J Street Welcomes Plan to Return United States to Full UNESCO Membership

June 13, 2023

J Street applauds the Biden Administration’s agreement with United Nations Educational, Scientific and Cultural Organization (UNESCO) officials to return the United States to its status as a full voting member of the multilateral body.

The aftermath of the Trump Administration’s 2017 decision to withdraw from full US membership in UNESCO, and the 2011 suspension of US contributions that was required by law when Palestine was admitted to the agency, showed how the interests of the US and our allies, including Israel, are undermined when the United States abdicates responsibility and influence at the UN.

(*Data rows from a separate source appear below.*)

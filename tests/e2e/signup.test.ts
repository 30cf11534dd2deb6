/**
 * A new workshop's owner signs up in a real browser, is refused sign-in until the address is confirmed, opens the
 * link from the local mail catcher, confirms, signs in and finds the setting-up checklist on the overview.
 */
import { randomBytes } from 'node:crypto';
import { createRequire } from 'node:module';
import { afterAll, describe, expect, it } from 'vitest';
import { getTestApp } from '../helpers/app';
import { browserSuite, screenshot, settle, watchConsole } from '../helpers/browser';

const suite = browserSuite({ services: true });
const axePath = createRequire(import.meta.url).resolve('axe-core/axe.min.js');

afterAll(async () => {
  await getTestApp().sequelize.query(`DELETE FROM login_attempts WHERE key LIKE 'signup:%'`);
});

describe('signing up a workshop, in a real browser', () => {
  it('signs up, confirms from the e-mailed link, signs in and sees the checklist', async () => {
    const context = await suite.browser.newContext({ viewport: { width: 1280, height: 900 } });
    const page = await context.newPage();
    // Signing in before confirming is refused on purpose (403).
    const errors = watchConsole(page, [/status of 403/]);
    const email = `fenwick-${randomBytes(4).toString('hex')}@bramblecote.example`;
    const password = 'a long new-owner password';

    await page.goto(`${suite.server.baseUrl}/signin`);
    await page.getByRole('link', { name: 'Sign up your workshop' }).click();
    await page.getByRole('heading', { level: 1, name: 'Sign up your workshop' }).waitFor();

    // Sent empty, the form names what is missing.
    await page.getByRole('button', { name: 'Sign up the workshop' }).click();
    await expect.poll(() => page.getByText(/things to put right/).count()).toBe(1);

    await page.getByLabel('Workshop name').fill('Bramblecote Finishing');
    await page.getByLabel('Country').selectOption('IE');
    expect(await page.getByLabel('Currency').inputValue()).toBe('EUR');
    await page.getByLabel('Tax rate (%)').fill('23');
    await page.getByLabel('Your name').fill('Fenwick Haldane');
    await page.getByLabel('E-mail').fill(email);
    await page.getByLabel('Password', { exact: true }).fill(password);
    await page.getByLabel('The same password again').fill(password);
    await screenshot(page, 'signup-form');
    const before = suite.server.services!.mail!.messages.length;
    await page.getByRole('button', { name: 'Sign up the workshop' }).click();
    await page.getByText('Confirmation link sent').waitFor();
    await screenshot(page, 'signup-sent');

    // Not confirmed yet: sign-in says so and offers a new link.
    await page.goto(`${suite.server.baseUrl}/signin`);
    await page.getByLabel('E-mail').fill(email);
    await page.getByLabel('Password').fill(password);
    await page.getByRole('button', { name: 'Sign in' }).click();
    await page.getByRole('button', { name: 'Send the link again' }).waitFor();
    expect(await page.getByRole('status').textContent()).toMatch(/Confirm your e-mail address first/);
    await screenshot(page, 'signup-unconfirmed-sign-in');

    await expect.poll(() => suite.server.services!.mail!.messages.slice(before).some((m) => m.to.includes(email))).toBe(true);
    const raw = suite.server.services!.mail!.messages.slice(before).find((m) => m.to.includes(email))!.raw.replace(/=\r?\n/g, '').replace(/=3D/g, '=');
    const path = /\/confirm\/[A-Za-z0-9_-]+/.exec(raw)![0];
    await page.goto(`${suite.server.baseUrl}${path}`);
    await page.getByRole('button', { name: 'Confirm my address' }).click();
    await page.getByRole('heading', { level: 1, name: 'Address confirmed' }).waitFor();
    await screenshot(page, 'signup-confirmed');
    await page.getByRole('link', { name: 'Sign in' }).click();

    await page.getByLabel('E-mail').fill(email);
    await page.getByLabel('Password').fill(password);
    await page.getByRole('button', { name: 'Sign in' }).click();
    const checklist = page.getByTestId('first-run-checklist');
    await checklist.waitFor();
    expect(await checklist.getByRole('link').allTextContents()).toEqual(['Enter what you pay for materials', 'Set your labour rates', 'Check the drying room', 'Add the polishers']);
    await settle(page);
    await screenshot(page, 'signup-checklist');

    // Put away, it stays away on the next visit and can be brought back.
    await page.getByRole('button', { name: 'Put the checklist away' }).click();
    await expect.poll(() => checklist.count()).toBe(0);
    await page.reload();
    await page.getByRole('button', { name: 'Setting up the workshop' }).waitFor();
    expect(await checklist.count()).toBe(0);
    expect(errors).toEqual([]);
    await context.close();
  });
});

describe('the sign-up pages on a phone', () => {
  for (const path of ['/signup', `/confirm/${'x'.repeat(43)}`]) {
    it(`${path.slice(0, 9)} fits 390 px and has no serious accessibility problem`, async () => {
      // axe is injected as a script: the page's content security policy would refuse it, so this context bypasses it.
      const context = await suite.browser.newContext({ viewport: { width: 390, height: 844 }, bypassCSP: true });
      const page = await context.newPage();
      const errors = watchConsole(page);
      await page.goto(`${suite.server.baseUrl}${path}`);
      await page.getByRole('heading', { level: 1 }).waitFor();
      await settle(page);
      expect(await page.evaluate(() => document.documentElement.scrollWidth - document.documentElement.clientWidth)).toBeLessThanOrEqual(0);
      await screenshot(page, `signup-phone-${path.split('/')[1]}`);
      await page.addScriptTag({ path: axePath });
      const violations = await page.evaluate(async () => {
        const w = window as unknown as { axe: { run: (ctx: Document, opts: object) => Promise<{ violations: { id: string; impact: string | null }[] }> } };
        const result = await w.axe.run(document, { runOnly: { type: 'tag', values: ['wcag2a', 'wcag2aa', 'wcag21a', 'wcag21aa'] } });
        return result.violations.filter((v) => v.impact === 'serious' || v.impact === 'critical').map((v) => v.id);
      });
      expect(violations).toEqual([]);
      expect(errors).toEqual([]);
      await context.close();
    });
  }
});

While UNESCO’s member states have a history of passing resolutions and taking other actions that were biased against Israel, US withdrawal did nothing to address this problem. On the contrary, it simply diminished US leverage and impact, depriving Israel of the diplomatic weight of its most vocal and powerful advocate in the organization and ceding influence in the body to competitors like China.

Much of UNESCO’s important work suffered as a result of the suspension of US contributions and full participation, including programs on anti-extremism, education including about the Holocaust, literacy, science, clean water and equal treatment for girls and young women. These are issues of tremendous significance to global security and stability – and that have long been important to the American Jewish community. That is why J Street was proud to successfully lobby for legislation that would allow the US to resume its contributions — and thus its full participation — in UNESCO. 

We are also proud to lead the charge to repeal the underlying law requiring the United States to defund any UN specialized agency which admits Palestine as a member. A self-defeating measure which has proven harmful to US and Israeli essential interests, the law makes US participation in any of the UN agencies that America helped establish in the post-war era contingent on decisions made by the Palestinian leadership. Making participation in such institutions as the World Health Organization, the International Telecommunications Union and the International Atomic Energy Agency entirely subject to the choices of a foreign government is not something any other sovereign country would tolerate, let alone do to itself. 

The law quite literally subordinates nearly every other US global interest to the vagaries of the Israeli-Palestinian conflict, and does so in a way which gives Palestinian leaders more, not less, leverage to impact US and Israeli interests. It is long past time to repeal it entirely.